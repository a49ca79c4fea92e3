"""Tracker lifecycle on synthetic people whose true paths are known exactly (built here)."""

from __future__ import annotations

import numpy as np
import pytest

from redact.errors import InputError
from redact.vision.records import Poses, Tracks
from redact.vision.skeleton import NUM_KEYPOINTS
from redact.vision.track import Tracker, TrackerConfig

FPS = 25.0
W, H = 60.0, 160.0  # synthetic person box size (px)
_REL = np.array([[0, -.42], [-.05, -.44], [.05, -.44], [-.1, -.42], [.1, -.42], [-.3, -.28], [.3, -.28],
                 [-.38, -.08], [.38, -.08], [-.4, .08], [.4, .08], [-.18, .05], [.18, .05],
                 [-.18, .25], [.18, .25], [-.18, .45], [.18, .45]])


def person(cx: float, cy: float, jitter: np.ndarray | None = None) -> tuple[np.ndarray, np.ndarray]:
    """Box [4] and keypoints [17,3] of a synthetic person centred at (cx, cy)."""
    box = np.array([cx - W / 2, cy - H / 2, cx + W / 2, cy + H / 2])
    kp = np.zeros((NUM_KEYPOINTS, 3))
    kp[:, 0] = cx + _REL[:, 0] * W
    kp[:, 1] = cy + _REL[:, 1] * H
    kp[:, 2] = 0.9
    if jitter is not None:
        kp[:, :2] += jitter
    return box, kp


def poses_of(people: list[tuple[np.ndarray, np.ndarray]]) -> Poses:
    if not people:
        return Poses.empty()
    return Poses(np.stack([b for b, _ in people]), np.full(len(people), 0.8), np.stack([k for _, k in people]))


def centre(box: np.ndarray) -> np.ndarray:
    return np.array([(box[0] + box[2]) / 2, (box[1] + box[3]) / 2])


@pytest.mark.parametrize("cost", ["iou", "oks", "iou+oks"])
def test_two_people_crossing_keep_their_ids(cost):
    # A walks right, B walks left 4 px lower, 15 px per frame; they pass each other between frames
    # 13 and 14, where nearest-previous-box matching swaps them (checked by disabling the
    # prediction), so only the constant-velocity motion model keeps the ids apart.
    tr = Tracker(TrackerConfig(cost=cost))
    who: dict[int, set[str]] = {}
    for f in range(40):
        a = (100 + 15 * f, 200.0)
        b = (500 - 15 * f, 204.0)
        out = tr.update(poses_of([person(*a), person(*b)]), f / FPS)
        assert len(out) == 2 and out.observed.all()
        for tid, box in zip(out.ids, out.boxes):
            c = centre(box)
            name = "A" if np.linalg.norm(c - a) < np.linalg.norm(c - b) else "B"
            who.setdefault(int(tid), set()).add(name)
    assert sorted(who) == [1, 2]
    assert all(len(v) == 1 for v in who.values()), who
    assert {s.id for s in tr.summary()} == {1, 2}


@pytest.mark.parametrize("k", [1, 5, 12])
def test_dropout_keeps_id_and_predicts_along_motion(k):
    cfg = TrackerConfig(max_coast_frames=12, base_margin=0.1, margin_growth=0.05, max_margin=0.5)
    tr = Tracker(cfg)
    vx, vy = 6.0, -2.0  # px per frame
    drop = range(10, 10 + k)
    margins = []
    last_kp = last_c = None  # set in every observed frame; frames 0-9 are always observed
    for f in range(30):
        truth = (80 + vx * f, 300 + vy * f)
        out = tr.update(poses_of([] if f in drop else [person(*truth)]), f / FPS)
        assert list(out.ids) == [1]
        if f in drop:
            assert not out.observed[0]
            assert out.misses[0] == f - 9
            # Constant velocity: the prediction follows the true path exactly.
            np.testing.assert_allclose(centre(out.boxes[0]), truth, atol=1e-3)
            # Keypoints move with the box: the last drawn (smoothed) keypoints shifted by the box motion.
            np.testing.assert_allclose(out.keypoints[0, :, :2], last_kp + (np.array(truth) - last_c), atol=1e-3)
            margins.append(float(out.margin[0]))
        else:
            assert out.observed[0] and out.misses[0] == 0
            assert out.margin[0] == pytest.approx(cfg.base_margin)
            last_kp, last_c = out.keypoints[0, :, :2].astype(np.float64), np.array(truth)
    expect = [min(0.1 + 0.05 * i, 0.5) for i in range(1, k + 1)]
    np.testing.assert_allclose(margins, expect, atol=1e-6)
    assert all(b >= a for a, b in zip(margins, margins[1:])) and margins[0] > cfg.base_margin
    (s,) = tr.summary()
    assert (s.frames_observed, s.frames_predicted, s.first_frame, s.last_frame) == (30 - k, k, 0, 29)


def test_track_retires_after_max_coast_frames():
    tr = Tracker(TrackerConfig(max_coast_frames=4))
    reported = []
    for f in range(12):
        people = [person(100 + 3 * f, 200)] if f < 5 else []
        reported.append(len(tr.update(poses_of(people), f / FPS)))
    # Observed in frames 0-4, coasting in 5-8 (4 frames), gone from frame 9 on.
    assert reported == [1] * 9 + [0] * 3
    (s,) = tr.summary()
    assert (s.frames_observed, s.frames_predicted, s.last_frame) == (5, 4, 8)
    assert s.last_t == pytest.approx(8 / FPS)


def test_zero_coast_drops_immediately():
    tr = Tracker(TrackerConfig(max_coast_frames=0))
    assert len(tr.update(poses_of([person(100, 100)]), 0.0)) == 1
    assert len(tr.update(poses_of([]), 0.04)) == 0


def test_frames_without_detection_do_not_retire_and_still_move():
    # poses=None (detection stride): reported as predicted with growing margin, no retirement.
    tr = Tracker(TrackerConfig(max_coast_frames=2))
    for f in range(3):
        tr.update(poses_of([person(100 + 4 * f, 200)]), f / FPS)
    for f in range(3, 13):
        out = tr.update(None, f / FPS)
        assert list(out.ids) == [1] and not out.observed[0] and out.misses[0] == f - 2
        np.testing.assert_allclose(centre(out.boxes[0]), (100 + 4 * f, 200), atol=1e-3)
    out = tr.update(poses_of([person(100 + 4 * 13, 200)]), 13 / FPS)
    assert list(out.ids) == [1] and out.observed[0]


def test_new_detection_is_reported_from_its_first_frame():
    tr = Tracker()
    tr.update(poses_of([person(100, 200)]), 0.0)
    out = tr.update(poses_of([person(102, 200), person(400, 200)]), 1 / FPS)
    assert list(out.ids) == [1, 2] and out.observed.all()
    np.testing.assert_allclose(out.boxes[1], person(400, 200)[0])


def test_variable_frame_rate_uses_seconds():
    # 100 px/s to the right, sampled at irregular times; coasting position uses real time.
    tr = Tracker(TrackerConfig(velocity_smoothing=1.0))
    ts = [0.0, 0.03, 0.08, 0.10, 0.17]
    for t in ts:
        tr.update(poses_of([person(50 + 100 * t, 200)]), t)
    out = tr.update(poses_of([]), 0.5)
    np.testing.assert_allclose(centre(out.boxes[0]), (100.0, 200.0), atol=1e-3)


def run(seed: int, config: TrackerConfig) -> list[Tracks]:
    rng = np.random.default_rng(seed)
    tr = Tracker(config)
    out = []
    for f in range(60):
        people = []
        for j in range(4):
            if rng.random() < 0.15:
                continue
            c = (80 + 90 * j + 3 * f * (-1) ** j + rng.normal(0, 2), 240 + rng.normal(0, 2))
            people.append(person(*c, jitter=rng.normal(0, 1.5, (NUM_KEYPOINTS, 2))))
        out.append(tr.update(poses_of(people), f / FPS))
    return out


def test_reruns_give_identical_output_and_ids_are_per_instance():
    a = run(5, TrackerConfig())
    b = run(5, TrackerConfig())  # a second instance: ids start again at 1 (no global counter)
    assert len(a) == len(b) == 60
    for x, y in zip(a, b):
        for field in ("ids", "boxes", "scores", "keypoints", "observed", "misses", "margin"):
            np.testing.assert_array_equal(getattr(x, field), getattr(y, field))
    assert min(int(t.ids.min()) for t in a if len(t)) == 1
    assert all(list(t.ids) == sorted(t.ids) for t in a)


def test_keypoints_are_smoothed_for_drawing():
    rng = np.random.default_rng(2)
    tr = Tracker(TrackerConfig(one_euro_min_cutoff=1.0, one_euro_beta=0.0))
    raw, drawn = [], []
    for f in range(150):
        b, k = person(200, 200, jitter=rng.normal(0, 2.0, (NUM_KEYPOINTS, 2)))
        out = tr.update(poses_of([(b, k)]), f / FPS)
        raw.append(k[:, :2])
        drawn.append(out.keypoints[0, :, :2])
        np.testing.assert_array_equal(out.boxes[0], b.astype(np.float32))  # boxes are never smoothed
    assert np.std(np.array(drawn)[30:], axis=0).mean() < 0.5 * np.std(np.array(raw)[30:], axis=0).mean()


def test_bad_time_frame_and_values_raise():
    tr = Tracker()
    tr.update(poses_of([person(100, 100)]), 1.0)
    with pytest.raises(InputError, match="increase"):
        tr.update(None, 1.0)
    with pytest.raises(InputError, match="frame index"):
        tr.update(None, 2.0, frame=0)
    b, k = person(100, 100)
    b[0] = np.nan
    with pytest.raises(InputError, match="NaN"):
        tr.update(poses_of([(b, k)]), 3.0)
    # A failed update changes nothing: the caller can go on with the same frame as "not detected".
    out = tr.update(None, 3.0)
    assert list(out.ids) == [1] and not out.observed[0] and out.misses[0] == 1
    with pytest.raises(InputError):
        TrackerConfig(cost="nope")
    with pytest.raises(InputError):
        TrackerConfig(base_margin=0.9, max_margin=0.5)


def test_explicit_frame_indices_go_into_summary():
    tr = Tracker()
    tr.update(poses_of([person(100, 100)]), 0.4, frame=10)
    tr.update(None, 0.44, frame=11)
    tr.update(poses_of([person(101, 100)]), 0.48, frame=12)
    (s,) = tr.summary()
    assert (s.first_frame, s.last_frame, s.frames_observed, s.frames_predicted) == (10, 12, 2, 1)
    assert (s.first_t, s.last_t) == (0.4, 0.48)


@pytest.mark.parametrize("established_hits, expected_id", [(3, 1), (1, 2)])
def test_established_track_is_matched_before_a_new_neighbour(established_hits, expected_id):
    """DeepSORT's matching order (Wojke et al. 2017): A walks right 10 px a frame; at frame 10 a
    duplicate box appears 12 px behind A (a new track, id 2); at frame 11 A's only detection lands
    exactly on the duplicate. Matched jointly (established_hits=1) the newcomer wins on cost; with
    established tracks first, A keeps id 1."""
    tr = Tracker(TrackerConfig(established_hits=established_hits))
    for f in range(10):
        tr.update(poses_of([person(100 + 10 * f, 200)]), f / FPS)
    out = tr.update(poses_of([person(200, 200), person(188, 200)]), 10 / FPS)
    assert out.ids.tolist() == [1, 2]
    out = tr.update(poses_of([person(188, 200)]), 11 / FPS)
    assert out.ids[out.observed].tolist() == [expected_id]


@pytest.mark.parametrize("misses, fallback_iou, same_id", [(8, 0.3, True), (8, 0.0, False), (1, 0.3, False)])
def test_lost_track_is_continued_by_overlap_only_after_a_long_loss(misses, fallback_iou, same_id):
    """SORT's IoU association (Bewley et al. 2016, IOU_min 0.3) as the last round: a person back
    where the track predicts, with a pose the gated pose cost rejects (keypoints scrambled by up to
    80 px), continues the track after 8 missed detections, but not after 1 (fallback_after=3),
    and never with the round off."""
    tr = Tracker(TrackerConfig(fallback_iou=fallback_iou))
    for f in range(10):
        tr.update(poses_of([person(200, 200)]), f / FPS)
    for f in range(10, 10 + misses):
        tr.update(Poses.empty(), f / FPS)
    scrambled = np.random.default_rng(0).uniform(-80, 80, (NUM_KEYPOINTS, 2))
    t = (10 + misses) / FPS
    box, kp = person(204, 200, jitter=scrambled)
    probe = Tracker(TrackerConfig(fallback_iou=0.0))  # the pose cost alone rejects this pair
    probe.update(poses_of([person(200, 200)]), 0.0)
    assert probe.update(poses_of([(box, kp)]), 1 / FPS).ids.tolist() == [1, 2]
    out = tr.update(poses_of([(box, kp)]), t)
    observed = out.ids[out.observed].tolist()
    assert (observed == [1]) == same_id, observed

--

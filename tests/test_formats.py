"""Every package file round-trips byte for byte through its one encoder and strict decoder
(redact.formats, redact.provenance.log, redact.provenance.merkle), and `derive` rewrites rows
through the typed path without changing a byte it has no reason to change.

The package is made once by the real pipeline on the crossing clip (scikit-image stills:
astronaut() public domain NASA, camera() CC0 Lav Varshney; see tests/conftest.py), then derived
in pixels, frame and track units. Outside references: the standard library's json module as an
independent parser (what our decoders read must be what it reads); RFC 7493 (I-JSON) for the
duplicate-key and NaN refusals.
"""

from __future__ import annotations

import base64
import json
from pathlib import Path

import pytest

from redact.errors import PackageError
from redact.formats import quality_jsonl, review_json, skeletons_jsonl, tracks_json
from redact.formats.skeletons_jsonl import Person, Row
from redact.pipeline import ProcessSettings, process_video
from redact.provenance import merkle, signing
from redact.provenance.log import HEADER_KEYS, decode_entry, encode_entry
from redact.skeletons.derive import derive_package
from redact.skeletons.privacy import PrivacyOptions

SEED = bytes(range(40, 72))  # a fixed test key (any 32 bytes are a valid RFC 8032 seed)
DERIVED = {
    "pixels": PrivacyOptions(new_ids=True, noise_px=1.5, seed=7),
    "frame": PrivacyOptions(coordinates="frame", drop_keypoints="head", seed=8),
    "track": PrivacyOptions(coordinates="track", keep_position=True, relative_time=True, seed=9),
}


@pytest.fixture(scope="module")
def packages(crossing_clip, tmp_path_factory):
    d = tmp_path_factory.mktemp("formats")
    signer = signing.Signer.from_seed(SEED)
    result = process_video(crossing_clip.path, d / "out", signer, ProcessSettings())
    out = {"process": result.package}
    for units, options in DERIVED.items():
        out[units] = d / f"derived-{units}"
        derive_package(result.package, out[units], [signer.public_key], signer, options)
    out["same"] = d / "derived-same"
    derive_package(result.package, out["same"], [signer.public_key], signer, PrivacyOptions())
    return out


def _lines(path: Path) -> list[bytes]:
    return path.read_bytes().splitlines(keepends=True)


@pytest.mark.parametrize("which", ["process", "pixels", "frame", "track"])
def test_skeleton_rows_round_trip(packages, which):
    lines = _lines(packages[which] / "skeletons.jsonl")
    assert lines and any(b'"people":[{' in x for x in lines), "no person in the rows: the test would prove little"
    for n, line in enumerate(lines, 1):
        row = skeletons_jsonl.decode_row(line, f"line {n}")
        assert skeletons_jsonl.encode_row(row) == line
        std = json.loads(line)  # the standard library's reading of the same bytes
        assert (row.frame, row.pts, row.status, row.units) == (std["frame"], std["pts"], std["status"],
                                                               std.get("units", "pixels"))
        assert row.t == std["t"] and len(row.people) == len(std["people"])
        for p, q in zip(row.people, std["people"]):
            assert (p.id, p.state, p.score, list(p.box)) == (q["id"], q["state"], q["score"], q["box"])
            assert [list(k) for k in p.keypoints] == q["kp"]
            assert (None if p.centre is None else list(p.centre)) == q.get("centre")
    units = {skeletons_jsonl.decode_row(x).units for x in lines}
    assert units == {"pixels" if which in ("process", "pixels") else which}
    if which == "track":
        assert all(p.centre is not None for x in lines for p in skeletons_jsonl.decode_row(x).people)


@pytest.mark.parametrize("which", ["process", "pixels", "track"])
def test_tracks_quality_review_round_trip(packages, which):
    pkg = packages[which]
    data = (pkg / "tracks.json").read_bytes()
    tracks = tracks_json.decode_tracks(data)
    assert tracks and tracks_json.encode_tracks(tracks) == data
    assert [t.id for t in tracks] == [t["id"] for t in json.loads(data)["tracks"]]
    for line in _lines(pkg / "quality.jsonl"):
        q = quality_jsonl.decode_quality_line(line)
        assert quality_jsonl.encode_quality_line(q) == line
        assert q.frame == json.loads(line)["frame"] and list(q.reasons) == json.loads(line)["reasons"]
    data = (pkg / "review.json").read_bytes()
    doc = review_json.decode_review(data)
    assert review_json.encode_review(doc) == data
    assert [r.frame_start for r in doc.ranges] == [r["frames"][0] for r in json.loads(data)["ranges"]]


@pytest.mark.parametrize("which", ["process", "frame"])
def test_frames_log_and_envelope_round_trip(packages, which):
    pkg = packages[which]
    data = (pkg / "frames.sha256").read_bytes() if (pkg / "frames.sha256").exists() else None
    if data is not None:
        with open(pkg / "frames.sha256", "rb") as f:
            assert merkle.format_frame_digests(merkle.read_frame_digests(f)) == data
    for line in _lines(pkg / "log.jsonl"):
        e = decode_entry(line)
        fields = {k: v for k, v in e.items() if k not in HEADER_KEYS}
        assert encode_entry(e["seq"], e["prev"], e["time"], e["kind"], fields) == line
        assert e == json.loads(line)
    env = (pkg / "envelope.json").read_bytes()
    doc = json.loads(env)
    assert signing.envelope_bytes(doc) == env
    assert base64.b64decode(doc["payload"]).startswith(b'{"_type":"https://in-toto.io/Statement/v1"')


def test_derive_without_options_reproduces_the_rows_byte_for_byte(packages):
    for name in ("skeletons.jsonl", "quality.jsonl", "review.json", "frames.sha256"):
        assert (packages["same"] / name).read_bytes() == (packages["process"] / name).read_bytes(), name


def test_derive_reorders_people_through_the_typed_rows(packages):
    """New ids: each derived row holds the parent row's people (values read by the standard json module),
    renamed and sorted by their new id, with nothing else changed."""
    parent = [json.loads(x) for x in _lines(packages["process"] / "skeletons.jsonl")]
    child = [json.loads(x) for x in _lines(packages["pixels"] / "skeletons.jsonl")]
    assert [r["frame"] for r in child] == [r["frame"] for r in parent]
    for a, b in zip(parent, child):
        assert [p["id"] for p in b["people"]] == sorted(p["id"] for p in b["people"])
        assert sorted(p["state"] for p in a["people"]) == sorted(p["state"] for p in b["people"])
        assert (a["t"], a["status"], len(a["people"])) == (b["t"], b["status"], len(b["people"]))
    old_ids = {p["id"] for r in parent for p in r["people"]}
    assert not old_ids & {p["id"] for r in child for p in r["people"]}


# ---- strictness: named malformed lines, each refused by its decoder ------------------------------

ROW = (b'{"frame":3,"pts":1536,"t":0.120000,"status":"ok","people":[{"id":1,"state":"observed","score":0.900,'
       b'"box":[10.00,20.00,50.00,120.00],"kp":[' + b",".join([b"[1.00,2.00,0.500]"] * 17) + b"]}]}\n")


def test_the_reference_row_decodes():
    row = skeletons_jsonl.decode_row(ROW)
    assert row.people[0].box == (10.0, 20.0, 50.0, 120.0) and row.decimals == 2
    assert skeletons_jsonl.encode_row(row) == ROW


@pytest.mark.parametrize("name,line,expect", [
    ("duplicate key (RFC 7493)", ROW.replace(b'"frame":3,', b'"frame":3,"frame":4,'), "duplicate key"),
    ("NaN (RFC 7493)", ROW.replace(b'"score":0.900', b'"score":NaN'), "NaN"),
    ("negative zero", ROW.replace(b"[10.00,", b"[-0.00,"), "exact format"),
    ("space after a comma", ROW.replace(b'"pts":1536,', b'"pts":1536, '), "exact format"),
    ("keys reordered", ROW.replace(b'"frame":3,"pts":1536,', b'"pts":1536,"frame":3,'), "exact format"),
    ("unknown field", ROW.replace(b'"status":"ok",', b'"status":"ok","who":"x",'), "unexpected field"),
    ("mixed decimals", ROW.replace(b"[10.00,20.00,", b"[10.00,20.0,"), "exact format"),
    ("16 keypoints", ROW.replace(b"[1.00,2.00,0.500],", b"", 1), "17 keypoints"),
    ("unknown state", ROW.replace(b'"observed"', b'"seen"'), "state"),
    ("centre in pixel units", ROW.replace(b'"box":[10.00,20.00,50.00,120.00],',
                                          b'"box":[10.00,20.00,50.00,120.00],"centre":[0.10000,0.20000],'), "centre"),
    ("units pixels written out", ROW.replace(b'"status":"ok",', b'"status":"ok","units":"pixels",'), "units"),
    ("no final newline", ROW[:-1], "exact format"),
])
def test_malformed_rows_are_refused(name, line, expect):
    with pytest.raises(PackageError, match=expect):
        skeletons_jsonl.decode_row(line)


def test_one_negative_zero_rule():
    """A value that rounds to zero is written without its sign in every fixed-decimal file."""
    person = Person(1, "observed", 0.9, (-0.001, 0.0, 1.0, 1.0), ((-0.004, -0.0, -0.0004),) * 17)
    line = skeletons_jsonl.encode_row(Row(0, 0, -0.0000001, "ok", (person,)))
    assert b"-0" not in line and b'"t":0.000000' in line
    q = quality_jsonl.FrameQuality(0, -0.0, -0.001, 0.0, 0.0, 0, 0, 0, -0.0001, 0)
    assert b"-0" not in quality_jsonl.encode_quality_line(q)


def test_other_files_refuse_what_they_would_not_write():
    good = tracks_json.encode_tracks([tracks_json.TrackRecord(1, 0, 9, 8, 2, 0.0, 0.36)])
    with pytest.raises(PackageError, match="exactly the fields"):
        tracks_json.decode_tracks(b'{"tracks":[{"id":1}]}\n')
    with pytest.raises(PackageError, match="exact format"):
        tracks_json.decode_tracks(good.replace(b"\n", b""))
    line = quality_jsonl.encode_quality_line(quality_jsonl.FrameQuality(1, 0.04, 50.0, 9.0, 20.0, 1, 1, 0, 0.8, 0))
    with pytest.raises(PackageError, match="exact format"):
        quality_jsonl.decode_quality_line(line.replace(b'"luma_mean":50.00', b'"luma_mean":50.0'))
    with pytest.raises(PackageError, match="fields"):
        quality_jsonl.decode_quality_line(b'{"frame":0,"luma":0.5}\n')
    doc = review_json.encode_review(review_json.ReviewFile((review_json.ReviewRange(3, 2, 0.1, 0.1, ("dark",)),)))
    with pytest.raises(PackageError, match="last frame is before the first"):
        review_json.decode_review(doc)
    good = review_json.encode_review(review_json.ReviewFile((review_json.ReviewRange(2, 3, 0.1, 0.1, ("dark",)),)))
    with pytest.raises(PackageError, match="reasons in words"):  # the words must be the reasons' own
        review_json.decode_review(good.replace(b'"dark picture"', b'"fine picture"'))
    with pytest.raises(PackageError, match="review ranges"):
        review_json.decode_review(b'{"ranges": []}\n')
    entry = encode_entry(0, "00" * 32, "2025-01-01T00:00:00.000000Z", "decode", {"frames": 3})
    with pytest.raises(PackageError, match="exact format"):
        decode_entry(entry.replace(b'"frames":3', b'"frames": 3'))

### About this task:
Above are the records; from them, give again exactly the lines from the one containing "b[0] = np.nan" through the one containing "tr.update(poses_of([person(100, 100)]), 0.4, frame=10)", both included.

### Answer to this exercise:
    b[0] = np.nan
    with pytest.raises(InputError, match="NaN"):
        tr.update(poses_of([(b, k)]), 3.0)
    # A failed update changes nothing: the caller can go on with the same frame as "not detected".
    out = tr.update(None, 3.0)
    assert list(out.ids) == [1] and not out.observed[0] and out.misses[0] == 1
    with pytest.raises(InputError):
        TrackerConfig(cost="nope")
    with pytest.raises(InputError):
        TrackerConfig(base_margin=0.9, max_margin=0.5)


def test_explicit_frame_indices_go_into_summary():
    tr = Tracker()
    tr.update(poses_of([person(100, 100)]), 0.4, frame=10)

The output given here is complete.